Development of High-Density Plasma Photonic Crystals Using High-Power Lasers

A plasma photonic crystal (PPC) is an array of plasma structures that interacts with electromagnetic (EM) waves in ways not possible with natural materials. 2D PPCs can be used for generating a band gap, which is a range of wave frequencies in which no waves are transmitted through the structure. Such gap forms when an EM wave travels through a 2D PPC with spacing equal to half the wavelength of the wave and plasma frequency ($\omega_p$) on the order of the frequency of the wave.

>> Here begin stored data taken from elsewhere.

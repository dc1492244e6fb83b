package resample

import (
	"math"

	"gonum.org/v1/gonum/stat/distuv"

	"tailgap/core/gap"
)

// ApartOf is the interval of a given curve's Gap(weight), and its band where a
// is for BandMiss.
func ApartOf(a gap.Apart, weight float64) Interval {
	low, high := a.Limits(weight)
	return Interval{Low: low, High: high}
}

// Miss is the probability with which an interval at the level may miss on each
// side.
func Miss(level float64) float64 { return (1 - level) / 2 }

// BandMiss is the same for one threshold of a given curve's band: that of a
// normal quantity beyond the quantile of the largest studentised gap of the
// sweep. It is never larger than an interval's, which so lies in the band.
func BandMiss(quantile, level float64) float64 {
	return math.Min(distuv.UnitNormal.CDF(-quantile), Miss(level))
}
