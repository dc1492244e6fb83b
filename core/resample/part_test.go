package resample

import (
	"context"
	"encoding/binary"
	"math/rand/v2"
	"slices"
	"testing"

	"github.com/stretchr/testify/assert"
	"github.com/stretchr/testify/require"
	"pgregory.net/rapid"
)

// split cuts the plan's blocks at places drawn by rapid, some of them equal.
func split(t *rapid.T, plan Plan) (ends []int) {
	ends = rapid.SliceOfN(rapid.IntRange(0, plan.Blocks()), 0, 5).Draw(t, "ends")
	ends = append(ends, 0, plan.Blocks())
	slices.Sort(ends)
	return ends
}

// made is a part of the blocks from (in) to (out).
func made(t require.TestingT, plan Plan, from, to int) Part {
	maker := NewMaker(plan)
	require.NoError(t, maker.Make(context.Background(), from, to, nil))
	part, err := maker.Part()
	require.NoError(t, err)
	return part
}

// Any split of the blocks over makers, in any order, gives what one run gives;
// also when the parts went through bytes.
func TestPartsMergeIntoTheRun(t *testing.T) {
	few := planFor(wholeNumbers(100), 1)
	rapid.Check(t, func(t *rapid.T) {
		plan := few
		plan.Replicates = rapid.IntRange(200, 900).Draw(t, "replicates")
		plan.Level = rapid.SampledFrom([]float64{0.5, 0.9, 0.95, 0.99}).Draw(t, "level")
		plan.Weights = []float64{1, 1.2}
		want, err := Run(context.Background(), plan, nil)
		require.NoError(t, err)

		ends := split(t, plan)
		makers := []*Maker{NewMaker(plan), NewMaker(plan), NewMaker(plan)}
		order := make([]int, len(ends)-1)
		for i := range order {
			order[i] = i
		}
		for _, i := range rapid.Permutation(order).Draw(t, "order") {
			told := 0
			maker := rapid.SampledFrom(makers).Draw(t, "maker")
			require.NoError(t, maker.Make(context.Background(), ends[i], ends[i+1], func(done int) { told = done }))
			assert.Equal(t, plan.replicates(blocks{{ends[i], ends[i+1]}}), told)
		}
		var parts []Part
		for _, maker := range makers {
			made, err := maker.Part()
			require.NoError(t, err)
			data, err := made.MarshalBinary()
			require.NoError(t, err)
			var part Part
			require.NoError(t, part.UnmarshalBinary(data))
			parts = append(parts, part)
		}
		rand.Shuffle(len(parts), func(i, j int) { parts[i], parts[j] = parts[j], parts[i] })
		got, err := Merge(plan, parts)
		require.NoError(t, err)
		assert.Equal(t, want, got)
	})
}

// What was stopped in the middle of a range can't be told from what wasn't,
// so that no part is made of it.
func TestMakerThatWasStoppedGivesNoPart(t *testing.T) {
	plan := planFor(wholeNumbers(100), 1)
	plan.Replicates = 640
	maker := NewMaker(plan)
	ctx, stop := context.WithCancel(context.Background())
	err := maker.Make(ctx, 0, 10, func(done int) {
		if done == 128 {
			stop()
		}
	})
	assert.ErrorIs(t, err, context.Canceled)
	_, err = maker.Part()
	assert.ErrorContains(t, err, "not finished")
}

func TestMergeRefusesWhatDoesNotFit(t *testing.T) {
	plan := planFor(wholeNumbers(100), 1)
	plan.Replicates = 640
	require.Equal(t, 10, plan.Blocks())
	first, second := made(t, plan, 0, 4), made(t, plan, 4, 10)
	_, err := Merge(plan, []Part{second, first})
	require.NoError(t, err)

	other := func(change func(p *Plan)) Part {
		p := plan
		change(&p)
		return made(t, p, 4, 10)
	}
	short := second
	short.kept = slices.Clone(short.kept)
	short.kept[3] = short.kept[3][1:]
	for name, c := range map[string]struct {
		parts []Part
		error string
	}{
		"none":             {nil, "every one of the 10 blocks"},
		"one missing":      {[]Part{first}, "every one of the 10 blocks"},
		"a gap":            {[]Part{first, made(t, plan, 5, 10)}, "every one of the 10 blocks"},
		"an overlap":       {[]Part{first, made(t, plan, 3, 10)}, "every one of the 10 blocks"},
		"twice":            {[]Part{first, second, second}, "every one of the 10 blocks"},
		"another seed":     {[]Part{first, other(func(p *Plan) { p.Seed++ })}, "other replicates"},
		"another level":    {[]Part{first, other(func(p *Plan) { p.Level = 0.9 })}, "other replicates"},
		"other weights":    {[]Part{first, other(func(p *Plan) { p.Weights = []float64{1.1} })}, "other replicates"},
		"more replicates":  {[]Part{first, other(func(p *Plan) { p.Replicates++ })}, "other replicates"},
		"other people":     {[]Part{first, other(func(p *Plan) { *p = planFor(wholeNumbers(101), 1); p.Replicates = 640 })}, "other replicates"},
		"another place":    {[]Part{first, other(func(p *Plan) { p.Regions = slices.Clone(p.Regions); p.Regions[2] = p.Regions[3] })}, "other replicates"},
		"a part cut short": {[]Part{first, short}, "other replicates"},
		"an empty part":    {[]Part{first, second, {}}, "other replicates"},
	} {
		_, err := Merge(plan, c.parts)
		assert.ErrorContains(t, err, c.error, name)
	}
	for _, range_ := range [][2]int{{-1, 3}, {4, 3}, {0, 11}} {
		err := NewMaker(plan).Make(context.Background(), range_[0], range_[1], nil)
		assert.ErrorContains(t, err, "of 10", range_)
	}
}

// What is read from bytes is written as the same bytes, and never more is
// taken into memory than the bytes hold.
func FuzzPart(f *testing.F) {
	plan := planFor(wholeNumbers(10), 1)
	plan.Replicates, plan.Level = 200, 0.99
	whole, err := made(f, plan, 0, plan.Blocks()).MarshalBinary()
	require.NoError(f, err)
	f.Add(whole)
	f.Add(whole[:partHeader])
	f.Add([]byte{})
	f.Fuzz(func(t *testing.T, data []byte) {
		var part Part
		if part.UnmarshalBinary(data) != nil {
			return
		}
		again, err := part.MarshalBinary()
		require.NoError(t, err)
		assert.Equal(t, data, again)
		if _, err := Merge(plan, []Part{part}); err == nil {
			assert.Equal(t, part.plan, plan.fingerprint())
		}
	})
}

func TestPartsRefuseOtherBytes(t *testing.T) {
	plan := planFor(wholeNumbers(10), 1)
	plan.Replicates, plan.Level = 200, 0.99
	good, err := made(t, plan, 0, 2).MarshalBinary()
	require.NoError(t, err)
	for name, change := range map[string]func(data []byte) []byte{
		"nothing":           func([]byte) []byte { return nil },
		"another format":    func(data []byte) []byte { data[7]++; return data },
		"cut short":         func(data []byte) []byte { return data[:len(data)-1] },
		"a value too few":   func(data []byte) []byte { return data[:len(data)-8] },
		"more than it says": func(data []byte) []byte { return append(data, make([]byte, 8)...) },
		"not a number":      func(data []byte) []byte { copy(data[len(data)-2:], "\xff\xff"); return data },
		"from after to":     func(data []byte) []byte { data[partHeader] = 3; return data },
		"too many ranges":   func(data []byte) []byte { data[16] = 255; return data },
		"places of nothing": func(data []byte) []byte {
			data = data[:partHeader]
			binary.LittleEndian.PutUint32(data[16:], 0)
			binary.LittleEndian.PutUint32(data[20:], 0)
			binary.LittleEndian.PutUint32(data[24:], mostEmpty+1)
			return data
		},
	} {
		var part Part
		assert.Error(t, part.UnmarshalBinary(change(slices.Clone(good))), name)
		assert.Equal(t, Part{}, part, name)
	}
	_, err = Part{}.MarshalBinary()
	assert.Error(t, err)
}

Until recently, research on PPCs has been limited to $\omega_p < 30~GHz$, which is equivalent to a plasma density of $n_e < 10^{13}~cm^{-3}$. Over the last year, PPCs of $n_e > 10^{15}~cm^{-3}$ have been generated at Stanford through the use of high-power lasers. The PPCs are generated by expanding the laser beam from a Q-switched Nd:YAG laser through a Galilean beam expander and subsequently focusing the beam through an optical micro-lens array. The intense photoionization of air that occurs at the focus of the individual lenses leads to the formation of a 2D array of very dense plasma spots. Photomultiplier measurements show a plasma lifetime of $\sim$150 ns during which the plasma array functions as a PPC, representing a first step towards advancing the field forward into the low THz regime.